Added onto these territorial and influential concerns was the rise of American naval power, when President Theodore Roosevelt convinced Congress in 1907 to approve the funding of a Navy which was second only to Britain's. As John Darwin remarks, this proved another serious concern for the British government back in Whitehall, already dealing with a rising naval threat from the German Empire:
"But the most significant change, from the British point of view, was the new commitment to naval power in the presidency of Theodore Roosevelt (1901-9). By 1907, he had persuaded Congress to fund the building of a fleet second only to Britain's. For the embattled Royal Navy, a new sea challenge to its rear joined the new sea challenge to its front."

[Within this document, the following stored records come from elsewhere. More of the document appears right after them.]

// reduceJob runs a job into its output folder and returns the summary.
// The outputs are one set (outset), committed at the end; a run stopped by
// ctx or failed leaves the folder as it was.
func reduceJob(ctx context.Context, j *jobconfig.Job, opt reduceOptions) (sum *report.Summary, err error) {
	if !j.HasTolerance {
		return nil, errors.New("the job has no tolerance: give [tolerance] class, or constant_mm and ppm (or -tolerance)")
	}
	if len(j.Profiles) == 0 {
		return nil, errors.New("the job has no instrument profile: give [instrument.NAME] with wavelength_um, a reference, spec_mm and spec_ppm (or the instrument flags)")
	}
	var xmlPoints string // the LandXML file whose CgPoints are the control
	if j.Points == "" && opt.points == nil {
		if xmlPoints, err = landxmlPoints(j); err != nil {
			return nil, err
		}
		if xmlPoints == "" {
			return nil, errors.New("no points file: give points in the config or -points")
		}
	}
	if len(j.Observations) == 0 && len(opt.inputs) == 0 {
		return nil, errors.New("no observation files: name them after the flags or in the config's observations")
	}
	opt.set.Keep = append(slices.Clone(opt.set.Keep), jobInputs(j)...)
	out, err := outset.Begin(ctx, j.Out, opt.set)
	if err != nil {
		return nil, err
	}
	defer out.Abort()
	defer func() {
		if err != nil && !errors.As(err, new(signalStop)) && !out.Committed() {
			err = fmt.Errorf("%w; %s is as it was before this run", err, j.Out)
		}
	}()
	s, err := openJobSession(j)
	if err != nil {
		return nil, err
	}
	defer s.close()

	sum = &report.Summary{Tool: "geored", Version: version(), ProjVersion: projVersion(), Caution: report.Caution}
	// Warnings past the first maxWarnings are counted, and said once
	// at the end of the run, on stderr and in summary.json alike.
	var moreWarnings int
	warn := func(w obsfile.Warning) {
		if len(sum.Warnings) == maxWarnings {
			moreWarnings++
			return
		}
		sum.Warnings = append(sum.Warnings, w.String())
		if opt.warn != nil {
			fmt.Fprintf(opt.warn, "warning: %s\n", w)
		}
	}

	// Points: streamed, hashed as they are read.
	pointsName, points := j.Points, opt.points
	pointsHash := sha256.New()
	if xmlPoints != "" {
		f, err := os.Open(xmlPoints)
		if err != nil {
			return nil, err
		}
		defer f.Close()
		pointsName, points = xmlPoints, landxml.NewPoints(io.TeeReader(f, pointsHash), xmlPoints, landxmlOptions(j), s.gridUnit)
	} else if points == nil {
		f, err := os.Open(j.Points)
		if err != nil {
			return nil, err
		}
		defer f.Close()
		points = f
	} else {
		pointsName = opt.pointsName
	}
	if xmlPoints == "" {
		points = io.TeeReader(points, pointsHash)
	}
	// The points go straight into the plan, which keeps of each what the
	// run needs (about 120 bytes a point), not the file's rows.
	planned := job.NewPlanBuilder(j.Settings(), s.crs, s.geod, pointsName, s.proj, s.seps)
	warnings, err := obsfile.EachPoint(points, pointsName, s.pointOptions(), planned.Add)
	for _, w := range warnings {
		warn(w)
	}
	if err != nil {
		return nil, plainLandXMLError(err)
	}
	if err := planned.Resolved(); err != nil {
		return nil, err
	}
	if j.HasJobAlpha {
		// The critical value that holds α for the whole job depends on
		// how many observations it tests: count the rows first.
		n, err := countObservationRows(j, opt.inputs, opt.obsIn)
		if err != nil {
			return nil, err
		}
		if err := j.SetTests(n); err != nil {
			return nil, err
		}
		sum.Testing = report.Testing{Scope: report.ScopeJob, JobAlpha: j.JobAlpha, Tests: n}
	}
	plan, err := planned.Plan()
	if err != nil {
		return nil, err
	}
	sum.Inputs = append(sum.Inputs, report.InputFile{Role: "points", Path: pointsName, SHA256: hex.EncodeToString(pointsHash.Sum(nil)), Rows: plan.Points()})

	// Observation sources, hashed and counted as they stream.
	var sources []job.Source
	var hashes []hash.Hash
	var total int64
	var read atomic.Int64
	xml := landxmlSources{}
	for _, path := range j.Observations {
		h := sha256.New()
		f, src, err := xml.open(path, opt.obsIn, j, func(r io.Reader) io.Reader { return io.TeeReader(&countingReader{r: r, n: &read}, h) })
		if err != nil {
			return nil, err
		}
		defer f.Close()
		if st, err := f.Stat(); err == nil && st.Mode().IsRegular() {
			total += st.Size()
		}
		hashes = append(hashes, h)
		sources = append(sources, src)
	}
	for _, src := range opt.inputs {
		h := sha256.New()
		hashes = append(hashes, h)
		sources = append(sources, job.Source{Name: src.Name, Reader: io.TeeReader(src.Reader, h)})
	}

	reduced, err := out.Create("reduced.csv")
	if err != nil {
		return nil, err
	}
	rejects, err := out.Create("rejects.csv")
	if err != nil {
		return nil, err
	}
	u := report.Units{Length: j.LengthUnit, Angle: j.AngleUnit}
	reduced.Write(report.AppendHeader(nil, report.ReducedHeader(u)))
	rejects.Write(report.AppendHeader(nil, report.RejectsHeader))

	plan.Format = func(dst []byte, r *job.Result) []byte {
		if r.Rejected {
			return report.AppendRejectRow(dst, r)
		}
		return report.AppendReducedRow(dst, r, u)
	}
	agg := report.NewAggregator(j.Critical, j.Tolerance, j.HasTolerance, plan)
	agg.SetGlobalTestAlpha(j.GlobalAlpha)
	var perSource sourceCounter
	var rows atomic.Int64
	stop := startProgress(opt.progress, &read, &rows, total)
	hook := opt.set.Hook
	var opened openedFiles
	err = job.Run(ctx, plan, sources, opened.opener(j), warn, func(r *job.Result) error {
		if len(xml) > 0 {
			xml.fix(r, u)
		}
		if err := agg.Add(r); err != nil {
			return err
		}
		if opt.each != nil {
			opt.each(r)
		}
		if rows.Add(1) == 1 && hook != nil {
			hook("row")
		}
		if r.Rejected {
			perSource.add(r.File)
			_, err := rejects.Write(r.Row)
			return err
		}
		perSource.add(r.Obs.File)
		_, err := reduced.Write(r.Row)
		return err
	})
	stop()
	xml.warnings(sources, warn)
	if moreWarnings > 0 {
		more := fmt.Sprintf("%d more warnings, not shown", moreWarnings)
		sum.Warnings = append(sum.Warnings, more)
		if opt.warn != nil {
			fmt.Fprintf(opt.warn, "warning: %s\n", more)
		}
	}
	if err != nil {
		return nil, plainLandXMLError(err)
	}
	plan.EndRuns() // the summary and lines.csv need the lines, not finding them
	// The big files are written: they go to disk while the summary is made.
	reduced.StartSync()
	rejects.StartSync()
	for i, src := range sources {
		in := report.InputFile{Role: "observations", Path: src.Name, SHA256: hex.EncodeToString(hashes[i].Sum(nil)), Rows: perSource.count(src.Name)}
		opened.dialect(&in, xml)
		sum.Inputs = append(sum.Inputs, in)
	}
	sum.Settings = settings(j, s.crs, s.geoidGrid, opt.strict)
	sum.Settings.GridUnit = s.gridUnit.String()
	sum.InputHash = inputHash(sum)
	if r := out.Replaces(); r != nil {
		sum.Replaces = &report.Replaced{Created: r.Created.Format(time.RFC3339), InputHash: r.InputHash}
	}
	agg.Finish(sum)
	report.Decide(sum, opt.strict)

	lines, err := out.Create("lines.csv")
	if err != nil {
		return nil, err
	}
	// lines.csv is written beside the summary and the report; an early
	// return waits for it before the outputs are discarded.
	var linesErr error
	var linesWG sync.WaitGroup
	linesWG.Go(func() {
		linesErr = agg.WriteLines(lines, u)
		lines.StartSync()
	})
	defer linesWG.Wait()
	js, err := out.Create("summary.json")
	if err != nil {
		return nil, err
	}
	if err := report.WriteJSON(js, sum); err != nil {
		return nil, err
	}
	html, err := out.Create("report.html")
	if err != nil {
		return nil, err
	}
	if err := report.WriteHTML(html, sum); err != nil {
		return nil, err
	}
	if linesWG.Wait(); linesErr != nil {
		return nil, linesErr
	}
	if err := out.Commit(outset.Identity{Tool: "geored", Command: "reduce", InputHash: sum.InputHash}); err != nil {
		return nil, err
	}
	return sum, nil
}

// jobInputs are the job's input files, which its outputs must not touch.
func jobInputs(j *jobconfig.Job) []outset.Keep {
	keep := []outset.Keep{{Role: "the points file", Path: j.Points}}
	for _, o := range j.Observations {
		keep = append(keep, outset.Keep{Role: "the observations file", Path: o})
	}
	if j.Geoid != "" && j.Geoid != "none" && strings.ContainsRune(j.Geoid, filepath.Separator) {
		keep = append(keep, outset.Keep{Role: "the geoid grid", Path: j.Geoid})
	}
	return keep
}

// countObservationRows counts the data rows of the observation files and
// of the inputs given as readers, which must then be seekable: they are
// read again by the run.
func countObservationRows(j *jobconfig.Job, inputs []job.Source, obsIn observationInput) (int, error) {
	n := 0
	for _, path := range j.Observations {
		if path == stdinArg {
			// standard input, copied to a file by runReduce: counted here
			// and read again by the run
			k, err := countAndRewind(stdinName, obsIn.stdin, j)
			if err != nil {
				return 0, err
			}
			n += k
			continue
		}
		f, err := os.Open(path)
		if err != nil {
			return 0, err
		}
		k, err := countObsRows(f, path, j)
		f.Close()
		if err != nil {
			return 0, err
		}
		n += k
	}
	for _, src := range inputs {
		rs, ok := src.Reader.(io.ReadSeeker)
		if !ok {
			return 0, fmt.Errorf("%s: job_alpha needs to count the rows before the run, and this input cannot be read twice", src.Name)
		}
		k, err := countAndRewind(src.Name, rs, j)
		if err != nil {
			return 0, err
		}
		n += k
	}
	return n, nil
}

// countAndRewind counts the data rows of rs and seeks back to its start.
func countAndRewind(name string, rs io.ReadSeeker, j *jobconfig.Job) (int, error) {
	if rs == nil || rs == (*os.File)(nil) {
		return 0, fmt.Errorf("%s: job_alpha needs to count the rows before the run, and this input cannot be read twice", name)
	}
	k, err := countObsRows(rs, name, j)
	if err != nil {
		return 0, err
	}
	if _, err := rs.Seek(0, io.SeekStart); err != nil {
		return 0, fmt.Errorf("%s: %w", name, err)
	}
	return k, nil
}

// settings records the job's settings as used.
func settings(j *jobconfig.Job, crs *geodesic.CRS, geoidGrid string, strict bool) report.Settings {
	geoid := geoidGrid // a grid's name, or "none"
	if geoidGrid == "none" && j.HasConstantN {
		geoid = fmt.Sprintf("constant N = %g m", j.ConstantN)
	}
	atm := "none"
	if j.HasDefaultAtmosphere {
		a := j.DefaultAtmosphere
		atm = fmt.Sprintf("%g °C, %g hPa, %g %%", a.TemperatureC, a.PressureHPa, a.HumidityPct)
	}
	st := report.Settings{CRS: j.CRS, CRSName: crs.Name(), Datum: crs.Datum(), Ellipsoid: crs.Ellipsoid().String(),
		ReductionDatum: j.Datum.String(), LengthUnit: j.LengthUnit.String(), AngleUnit: j.AngleUnit.String(), Geoid: geoid,
		RefractionK: j.K, CriticalValue: j.Critical, GlobalAlpha: j.GlobalAlpha, Tolerance: j.ToleranceText, DefaultAtmos: atm, Strict: strict}
	if j.HasJobAlpha {
		st.JobAlpha = j.JobAlpha
	}
	for _, n := range j.ProfileNames() {
		p, in := j.Profiles[n], j.Instruments[n]
		rowPrism := p.RowPrism.String()
		if rowPrism == "" {
			rowPrism = "not given"
		}
		c := p.Chain.Field.Curvature
		ins := report.InstrumentSettings{
			Name: n, WavelengthUM: p.Chain.Carrier.WavelengthUM, ReferenceRefractivity: p.Chain.Carrier.ReferenceRefractivity,
			AdditiveConstantMM: in.AdditiveConstantMM, ScalePPM: in.ScalePPM, PrismConstantMM: in.PrismConstantMM,
			AppliedPPM: in.FieldPPM, AppliedPrismMM: in.FieldPrismConstantMM, RowPrismConstant: rowPrism,
			FieldCurvatureRefraction: c.Mode.String(), Spec: jobconfig.SpecText(p.Chain.Budget.Instrument),
			SerialNumber: strings.TrimSpace(in.SerialNumber)}
		if c.Mode != reduce.FieldCurvatureNone {
			ins.FieldRefractionK, ins.FieldEarthRadiusM = &c.K, &c.Radius
		}
		st.Instruments = append(st.Instruments, ins)
	}
	return st
}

However, for all of these seemingly grave threats to British interests and continued imperial prosperity, America did not go on to become the major thorn in British foreign policy that Wilhelm II's Germany would be. This was in part due to Britain's own overtures: they renounced claims to the Isthmus of Panama in the Hay-Pauncefote Treaty of 1901, and Prime Minister Arthur Balfour (r. 1902-1905) announced that Britain was no enemy of the Monroe Doctrine. It was also however, due to the fact that within the United States, public opinion was not shifting decisively towards a "navalist" viewpoint (as possessed by Roosevelt and his successor, George Howard Taft). Congress reigned in the naval expansions shortly after Roosevelt's initial success, and they maintained a commitment to the Americas, not Europe.
Alongside these considerations, Washington also realised that the situation in the world was pushing them towards conciliation with the British. The Philippines no longer seemed like a military salient in Asia after the 1905 defeat of Russia at the hands of Japan (since 1902 an ally of Britain), and the onset of the Mexican Revolution in 1910 re-awakened American fears that European states would take advantage of the unrest to challenge the Monroe Doctrine once more. John Darwin on this most interesting development:
"As a result, the social and cultural rapprochement between Britain and America, and the appeal of 'Anglo-Saxonism' on both sides of the Atlantic, had its counterpart in diplomacy. If British leaders repudiated all thought of Anglo-American conflict, it was no more thinkable in Washington. British naval supremacy, remarked Theodore Roosevelt, was 'the great guaranty for the peace of the world.'...To American opinion, concludes a recent study, the real guarantor of its Atlantic security was British not American sea-power. On this calculation, the United States looked less like an imperial rival and more like a forceful, determined 'super-dominion'."
In other words, though America appeared to be a rising economic and political threat to the British Empire's security (or at the very least, a serious challenger to its Western Atlantic sphere), in reality the two governments shared the view that conflict with the other was not in their best interests; a "mutual understanding" of sorts that preceded the collaboration of the First World War (or to be pedantic, 1917 onwards).